**Task details**
Look at each line of the listing. Copy those that hold the string "caution".

**Provided material**
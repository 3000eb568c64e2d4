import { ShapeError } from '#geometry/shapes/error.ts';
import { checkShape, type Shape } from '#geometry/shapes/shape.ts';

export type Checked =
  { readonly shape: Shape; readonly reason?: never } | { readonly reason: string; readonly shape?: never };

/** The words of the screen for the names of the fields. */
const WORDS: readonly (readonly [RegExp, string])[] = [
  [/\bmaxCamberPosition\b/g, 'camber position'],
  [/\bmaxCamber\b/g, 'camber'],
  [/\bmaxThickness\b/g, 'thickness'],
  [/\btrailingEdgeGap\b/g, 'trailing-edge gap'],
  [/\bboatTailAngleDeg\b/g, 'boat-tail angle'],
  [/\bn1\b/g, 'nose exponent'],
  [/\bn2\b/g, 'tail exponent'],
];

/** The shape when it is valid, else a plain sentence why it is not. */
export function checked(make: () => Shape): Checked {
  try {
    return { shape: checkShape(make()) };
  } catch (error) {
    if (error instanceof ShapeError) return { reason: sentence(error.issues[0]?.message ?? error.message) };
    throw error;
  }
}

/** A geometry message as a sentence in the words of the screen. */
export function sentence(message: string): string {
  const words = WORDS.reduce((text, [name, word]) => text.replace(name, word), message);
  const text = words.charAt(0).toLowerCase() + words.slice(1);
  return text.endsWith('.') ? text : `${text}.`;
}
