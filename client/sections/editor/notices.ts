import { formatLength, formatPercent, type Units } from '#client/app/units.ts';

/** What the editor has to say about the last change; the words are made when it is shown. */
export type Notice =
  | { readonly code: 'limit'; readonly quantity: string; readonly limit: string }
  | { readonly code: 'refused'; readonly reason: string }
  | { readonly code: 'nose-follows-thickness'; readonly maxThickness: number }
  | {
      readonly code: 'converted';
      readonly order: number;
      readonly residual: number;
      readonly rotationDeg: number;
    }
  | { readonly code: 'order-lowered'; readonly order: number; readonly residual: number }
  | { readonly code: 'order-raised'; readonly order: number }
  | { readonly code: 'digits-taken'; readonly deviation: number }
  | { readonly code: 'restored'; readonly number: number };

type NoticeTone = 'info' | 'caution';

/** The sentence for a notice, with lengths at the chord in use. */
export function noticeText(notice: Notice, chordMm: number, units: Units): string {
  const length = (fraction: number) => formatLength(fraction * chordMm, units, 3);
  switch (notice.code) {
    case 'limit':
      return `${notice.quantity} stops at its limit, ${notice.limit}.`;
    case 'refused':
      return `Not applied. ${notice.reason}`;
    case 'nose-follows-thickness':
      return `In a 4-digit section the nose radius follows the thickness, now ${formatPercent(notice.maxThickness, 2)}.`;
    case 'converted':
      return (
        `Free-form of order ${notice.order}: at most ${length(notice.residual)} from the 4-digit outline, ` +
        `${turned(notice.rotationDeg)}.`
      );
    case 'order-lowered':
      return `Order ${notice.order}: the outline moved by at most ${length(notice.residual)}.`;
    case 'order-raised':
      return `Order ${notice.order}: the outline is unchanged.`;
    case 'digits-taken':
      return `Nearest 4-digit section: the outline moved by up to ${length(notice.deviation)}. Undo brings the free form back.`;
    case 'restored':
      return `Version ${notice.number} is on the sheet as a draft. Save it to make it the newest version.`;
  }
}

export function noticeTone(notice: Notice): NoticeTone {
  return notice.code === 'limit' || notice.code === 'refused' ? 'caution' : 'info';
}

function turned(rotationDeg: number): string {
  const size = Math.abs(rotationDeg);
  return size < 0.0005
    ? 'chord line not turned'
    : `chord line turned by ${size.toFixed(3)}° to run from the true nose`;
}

**Expected answer**
type NoticeTone = 'info' | 'caution';
  return notice.code === 'limit' || notice.code === 'refused' ? 'caution' : 'info';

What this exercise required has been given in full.